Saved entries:
=-=-=-=-=

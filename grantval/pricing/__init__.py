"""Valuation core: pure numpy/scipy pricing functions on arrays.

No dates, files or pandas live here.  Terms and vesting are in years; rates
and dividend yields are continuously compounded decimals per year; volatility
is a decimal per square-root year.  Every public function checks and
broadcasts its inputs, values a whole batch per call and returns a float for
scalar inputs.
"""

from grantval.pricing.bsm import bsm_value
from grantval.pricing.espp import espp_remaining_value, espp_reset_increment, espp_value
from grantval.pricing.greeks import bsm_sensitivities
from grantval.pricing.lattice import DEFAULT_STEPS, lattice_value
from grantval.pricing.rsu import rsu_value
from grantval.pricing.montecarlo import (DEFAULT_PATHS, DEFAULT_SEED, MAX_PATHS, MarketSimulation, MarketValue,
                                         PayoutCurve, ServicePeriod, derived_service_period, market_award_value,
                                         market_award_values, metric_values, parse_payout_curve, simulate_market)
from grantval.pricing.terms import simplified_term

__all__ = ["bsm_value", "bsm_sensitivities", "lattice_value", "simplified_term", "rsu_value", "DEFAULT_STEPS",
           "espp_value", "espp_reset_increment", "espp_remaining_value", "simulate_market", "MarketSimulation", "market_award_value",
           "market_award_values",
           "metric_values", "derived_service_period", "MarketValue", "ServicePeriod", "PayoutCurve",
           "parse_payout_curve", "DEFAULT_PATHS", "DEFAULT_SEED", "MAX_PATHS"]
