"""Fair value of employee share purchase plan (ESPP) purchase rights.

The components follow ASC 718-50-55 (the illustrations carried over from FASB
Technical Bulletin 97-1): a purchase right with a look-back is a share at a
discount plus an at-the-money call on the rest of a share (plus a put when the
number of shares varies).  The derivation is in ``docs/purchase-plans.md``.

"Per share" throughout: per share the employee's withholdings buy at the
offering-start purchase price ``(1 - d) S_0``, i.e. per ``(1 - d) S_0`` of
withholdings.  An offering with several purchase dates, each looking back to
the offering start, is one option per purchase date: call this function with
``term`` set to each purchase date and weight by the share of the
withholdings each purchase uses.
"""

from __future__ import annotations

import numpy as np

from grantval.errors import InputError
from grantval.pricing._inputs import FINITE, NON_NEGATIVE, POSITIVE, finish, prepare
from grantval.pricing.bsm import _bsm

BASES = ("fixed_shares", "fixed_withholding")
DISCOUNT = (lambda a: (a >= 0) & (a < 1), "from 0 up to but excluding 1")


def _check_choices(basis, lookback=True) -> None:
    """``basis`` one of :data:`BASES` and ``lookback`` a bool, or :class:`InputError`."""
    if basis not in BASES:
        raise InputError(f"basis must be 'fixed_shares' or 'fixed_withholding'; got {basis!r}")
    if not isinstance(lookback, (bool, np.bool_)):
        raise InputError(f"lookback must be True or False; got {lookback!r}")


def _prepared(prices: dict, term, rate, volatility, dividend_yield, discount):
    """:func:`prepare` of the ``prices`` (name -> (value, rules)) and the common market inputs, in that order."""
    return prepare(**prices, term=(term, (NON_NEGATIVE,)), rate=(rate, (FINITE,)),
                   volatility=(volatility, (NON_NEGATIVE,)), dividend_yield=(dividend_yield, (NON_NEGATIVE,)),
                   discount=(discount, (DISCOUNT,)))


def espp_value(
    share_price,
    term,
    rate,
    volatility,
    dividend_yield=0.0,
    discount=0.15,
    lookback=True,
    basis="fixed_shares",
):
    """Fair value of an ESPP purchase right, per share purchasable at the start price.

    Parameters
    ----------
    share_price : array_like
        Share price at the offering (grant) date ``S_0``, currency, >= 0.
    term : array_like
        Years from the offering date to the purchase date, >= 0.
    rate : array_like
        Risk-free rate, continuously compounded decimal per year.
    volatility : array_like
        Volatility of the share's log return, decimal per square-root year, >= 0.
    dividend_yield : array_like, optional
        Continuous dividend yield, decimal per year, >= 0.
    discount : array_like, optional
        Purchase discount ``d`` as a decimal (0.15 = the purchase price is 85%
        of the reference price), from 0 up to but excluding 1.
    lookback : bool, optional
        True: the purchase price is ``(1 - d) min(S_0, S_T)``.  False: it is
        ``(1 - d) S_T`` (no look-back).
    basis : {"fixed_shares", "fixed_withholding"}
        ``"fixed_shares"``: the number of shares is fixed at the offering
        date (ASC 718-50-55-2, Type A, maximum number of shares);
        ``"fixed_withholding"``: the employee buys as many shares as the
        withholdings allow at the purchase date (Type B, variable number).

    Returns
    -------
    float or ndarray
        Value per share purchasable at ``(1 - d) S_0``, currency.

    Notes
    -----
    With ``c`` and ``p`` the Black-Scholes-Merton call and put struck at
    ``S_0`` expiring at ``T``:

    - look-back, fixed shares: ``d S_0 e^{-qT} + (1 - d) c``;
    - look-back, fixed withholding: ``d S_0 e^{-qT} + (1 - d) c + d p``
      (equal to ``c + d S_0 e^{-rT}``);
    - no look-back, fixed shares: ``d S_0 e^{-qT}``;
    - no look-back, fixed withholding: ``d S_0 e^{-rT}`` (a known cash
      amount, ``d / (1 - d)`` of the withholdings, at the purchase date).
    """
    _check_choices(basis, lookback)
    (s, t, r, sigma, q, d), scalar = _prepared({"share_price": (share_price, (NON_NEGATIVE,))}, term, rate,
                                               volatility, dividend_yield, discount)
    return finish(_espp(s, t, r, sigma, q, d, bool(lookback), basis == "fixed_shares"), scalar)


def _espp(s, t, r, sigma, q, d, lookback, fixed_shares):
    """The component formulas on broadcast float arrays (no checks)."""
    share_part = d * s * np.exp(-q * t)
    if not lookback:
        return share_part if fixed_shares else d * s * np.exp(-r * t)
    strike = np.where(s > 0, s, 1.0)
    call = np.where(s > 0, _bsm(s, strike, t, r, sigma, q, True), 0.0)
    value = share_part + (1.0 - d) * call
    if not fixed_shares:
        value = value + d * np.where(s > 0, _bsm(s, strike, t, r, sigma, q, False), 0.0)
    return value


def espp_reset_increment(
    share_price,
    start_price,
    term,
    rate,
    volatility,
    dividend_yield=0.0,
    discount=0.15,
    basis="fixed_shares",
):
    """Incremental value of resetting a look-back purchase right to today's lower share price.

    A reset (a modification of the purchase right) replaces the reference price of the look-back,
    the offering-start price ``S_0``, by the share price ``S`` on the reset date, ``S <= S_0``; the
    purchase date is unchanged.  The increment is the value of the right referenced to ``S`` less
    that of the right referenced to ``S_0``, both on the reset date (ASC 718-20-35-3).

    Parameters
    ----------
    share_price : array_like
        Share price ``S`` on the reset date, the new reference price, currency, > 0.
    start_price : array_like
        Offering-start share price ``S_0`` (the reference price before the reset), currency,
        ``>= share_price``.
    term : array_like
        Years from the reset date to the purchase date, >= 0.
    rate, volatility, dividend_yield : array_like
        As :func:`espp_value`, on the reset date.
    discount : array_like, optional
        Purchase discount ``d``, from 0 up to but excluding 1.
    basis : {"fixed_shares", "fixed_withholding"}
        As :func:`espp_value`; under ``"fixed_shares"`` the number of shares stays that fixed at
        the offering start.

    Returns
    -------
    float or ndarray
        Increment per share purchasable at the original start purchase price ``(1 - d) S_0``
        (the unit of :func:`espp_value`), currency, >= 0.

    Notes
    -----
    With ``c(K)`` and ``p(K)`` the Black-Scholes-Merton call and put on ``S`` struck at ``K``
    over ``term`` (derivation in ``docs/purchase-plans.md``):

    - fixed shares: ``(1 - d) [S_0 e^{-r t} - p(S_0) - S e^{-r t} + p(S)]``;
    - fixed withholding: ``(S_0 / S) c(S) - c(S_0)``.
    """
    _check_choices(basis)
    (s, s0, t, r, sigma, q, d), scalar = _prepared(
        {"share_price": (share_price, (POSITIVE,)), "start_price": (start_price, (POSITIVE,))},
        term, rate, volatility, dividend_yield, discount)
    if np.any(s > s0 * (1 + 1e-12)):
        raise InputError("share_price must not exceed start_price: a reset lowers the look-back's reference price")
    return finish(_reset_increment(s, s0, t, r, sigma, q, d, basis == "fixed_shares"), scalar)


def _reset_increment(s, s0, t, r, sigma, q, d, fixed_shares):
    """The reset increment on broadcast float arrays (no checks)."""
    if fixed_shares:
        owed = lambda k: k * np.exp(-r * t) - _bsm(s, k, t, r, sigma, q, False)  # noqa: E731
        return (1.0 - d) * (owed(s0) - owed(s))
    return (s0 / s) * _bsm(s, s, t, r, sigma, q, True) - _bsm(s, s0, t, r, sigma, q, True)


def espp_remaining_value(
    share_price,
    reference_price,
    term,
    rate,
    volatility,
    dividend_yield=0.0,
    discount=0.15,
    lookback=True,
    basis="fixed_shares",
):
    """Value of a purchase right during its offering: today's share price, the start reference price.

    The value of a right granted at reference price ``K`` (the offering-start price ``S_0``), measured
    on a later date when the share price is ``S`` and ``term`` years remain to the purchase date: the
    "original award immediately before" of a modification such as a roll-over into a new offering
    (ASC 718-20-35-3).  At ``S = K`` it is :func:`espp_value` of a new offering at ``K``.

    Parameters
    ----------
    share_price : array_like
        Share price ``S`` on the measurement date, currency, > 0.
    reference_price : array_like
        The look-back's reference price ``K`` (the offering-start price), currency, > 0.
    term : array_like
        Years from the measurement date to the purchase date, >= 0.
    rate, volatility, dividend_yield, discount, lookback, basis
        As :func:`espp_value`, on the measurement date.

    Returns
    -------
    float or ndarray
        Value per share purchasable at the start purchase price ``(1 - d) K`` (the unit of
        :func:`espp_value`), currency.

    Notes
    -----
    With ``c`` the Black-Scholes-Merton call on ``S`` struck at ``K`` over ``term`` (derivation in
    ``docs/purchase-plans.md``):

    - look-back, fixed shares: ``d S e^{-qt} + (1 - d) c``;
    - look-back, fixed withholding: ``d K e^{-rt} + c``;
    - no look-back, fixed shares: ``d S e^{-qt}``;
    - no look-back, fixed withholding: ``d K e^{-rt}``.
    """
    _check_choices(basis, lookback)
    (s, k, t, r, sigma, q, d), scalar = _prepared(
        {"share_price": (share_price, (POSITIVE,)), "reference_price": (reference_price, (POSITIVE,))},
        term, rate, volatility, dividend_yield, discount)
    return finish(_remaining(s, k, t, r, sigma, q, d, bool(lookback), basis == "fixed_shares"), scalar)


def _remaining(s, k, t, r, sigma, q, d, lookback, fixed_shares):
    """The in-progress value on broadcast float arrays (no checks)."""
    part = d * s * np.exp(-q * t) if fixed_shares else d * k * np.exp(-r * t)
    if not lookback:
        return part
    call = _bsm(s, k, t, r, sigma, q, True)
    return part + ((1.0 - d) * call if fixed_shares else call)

=-=-=-=-=

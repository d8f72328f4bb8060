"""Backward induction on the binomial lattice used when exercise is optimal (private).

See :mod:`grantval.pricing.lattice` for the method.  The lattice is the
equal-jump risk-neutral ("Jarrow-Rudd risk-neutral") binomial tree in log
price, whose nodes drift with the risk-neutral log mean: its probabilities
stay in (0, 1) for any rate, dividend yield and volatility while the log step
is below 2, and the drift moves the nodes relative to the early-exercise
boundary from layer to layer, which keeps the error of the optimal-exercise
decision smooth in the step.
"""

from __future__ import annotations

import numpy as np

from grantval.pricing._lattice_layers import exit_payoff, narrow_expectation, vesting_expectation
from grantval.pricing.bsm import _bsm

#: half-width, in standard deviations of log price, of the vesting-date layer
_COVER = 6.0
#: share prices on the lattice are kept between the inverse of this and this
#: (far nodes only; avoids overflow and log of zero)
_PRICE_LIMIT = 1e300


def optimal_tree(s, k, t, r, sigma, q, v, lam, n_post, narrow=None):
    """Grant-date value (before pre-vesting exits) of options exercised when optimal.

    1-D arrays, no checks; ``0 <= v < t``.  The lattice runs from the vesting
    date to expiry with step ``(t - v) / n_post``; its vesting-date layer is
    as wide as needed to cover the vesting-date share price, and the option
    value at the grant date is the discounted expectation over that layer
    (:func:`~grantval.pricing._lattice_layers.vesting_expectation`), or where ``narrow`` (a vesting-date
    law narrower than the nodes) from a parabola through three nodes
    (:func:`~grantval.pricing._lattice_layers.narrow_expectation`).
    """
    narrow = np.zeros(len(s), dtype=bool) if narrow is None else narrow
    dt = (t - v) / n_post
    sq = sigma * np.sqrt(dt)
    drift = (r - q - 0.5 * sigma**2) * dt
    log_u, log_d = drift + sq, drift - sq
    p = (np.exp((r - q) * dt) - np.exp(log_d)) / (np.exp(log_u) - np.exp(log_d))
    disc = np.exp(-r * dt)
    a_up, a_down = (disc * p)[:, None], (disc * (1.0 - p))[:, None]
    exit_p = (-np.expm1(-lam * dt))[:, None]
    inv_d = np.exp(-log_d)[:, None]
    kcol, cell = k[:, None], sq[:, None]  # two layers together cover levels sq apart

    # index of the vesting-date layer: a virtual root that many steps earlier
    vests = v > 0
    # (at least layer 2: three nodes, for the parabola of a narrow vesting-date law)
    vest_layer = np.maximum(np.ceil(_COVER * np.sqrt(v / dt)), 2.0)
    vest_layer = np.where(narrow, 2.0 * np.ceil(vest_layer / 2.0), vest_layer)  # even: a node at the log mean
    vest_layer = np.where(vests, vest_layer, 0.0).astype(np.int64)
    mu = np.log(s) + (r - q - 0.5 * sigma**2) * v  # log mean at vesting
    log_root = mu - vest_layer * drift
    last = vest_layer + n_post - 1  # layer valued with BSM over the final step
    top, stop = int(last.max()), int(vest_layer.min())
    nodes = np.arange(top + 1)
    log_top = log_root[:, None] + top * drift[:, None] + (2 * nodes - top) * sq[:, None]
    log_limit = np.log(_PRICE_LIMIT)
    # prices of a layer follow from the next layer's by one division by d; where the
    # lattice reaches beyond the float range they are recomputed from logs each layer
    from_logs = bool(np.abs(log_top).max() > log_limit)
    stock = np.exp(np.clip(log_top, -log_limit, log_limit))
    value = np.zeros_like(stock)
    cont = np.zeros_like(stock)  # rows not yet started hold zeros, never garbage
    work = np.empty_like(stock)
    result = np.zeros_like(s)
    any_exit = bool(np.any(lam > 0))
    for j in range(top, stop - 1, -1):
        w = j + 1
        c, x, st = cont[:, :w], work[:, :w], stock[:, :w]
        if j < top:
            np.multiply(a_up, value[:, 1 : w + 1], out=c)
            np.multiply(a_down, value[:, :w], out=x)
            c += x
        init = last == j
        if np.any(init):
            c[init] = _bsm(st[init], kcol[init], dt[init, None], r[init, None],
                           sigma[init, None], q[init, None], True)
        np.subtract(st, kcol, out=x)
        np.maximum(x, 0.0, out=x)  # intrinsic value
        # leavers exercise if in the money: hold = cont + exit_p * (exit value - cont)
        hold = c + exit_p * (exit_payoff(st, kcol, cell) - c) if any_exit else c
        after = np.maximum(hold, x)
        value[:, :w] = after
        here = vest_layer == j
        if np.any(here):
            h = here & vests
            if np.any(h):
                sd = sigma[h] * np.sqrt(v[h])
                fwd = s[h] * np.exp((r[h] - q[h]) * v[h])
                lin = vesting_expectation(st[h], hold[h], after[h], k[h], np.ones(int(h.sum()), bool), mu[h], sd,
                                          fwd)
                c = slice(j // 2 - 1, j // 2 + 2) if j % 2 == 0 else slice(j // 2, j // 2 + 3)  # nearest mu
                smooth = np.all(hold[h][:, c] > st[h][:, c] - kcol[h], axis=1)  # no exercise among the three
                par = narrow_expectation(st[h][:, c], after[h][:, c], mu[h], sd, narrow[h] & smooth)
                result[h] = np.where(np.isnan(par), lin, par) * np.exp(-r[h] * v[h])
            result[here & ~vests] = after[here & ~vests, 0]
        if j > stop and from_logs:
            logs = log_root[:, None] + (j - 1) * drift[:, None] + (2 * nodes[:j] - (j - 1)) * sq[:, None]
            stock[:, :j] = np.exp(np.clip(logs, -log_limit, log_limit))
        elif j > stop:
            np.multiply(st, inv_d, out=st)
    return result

=-=-=-=-=

§ **Problem requirements**: Each line of the entries where the string "purchasable" occurs should be shown.

§ **Finished task**:
    """Fair value of an ESPP purchase right, per share purchasable at the start price.
        Value per share purchasable at ``(1 - d) S_0``, currency.
        Increment per share purchasable at the original start purchase price ``(1 - d) S_0``
        Value per share purchasable at the start purchase price ``(1 - d) K`` (the unit of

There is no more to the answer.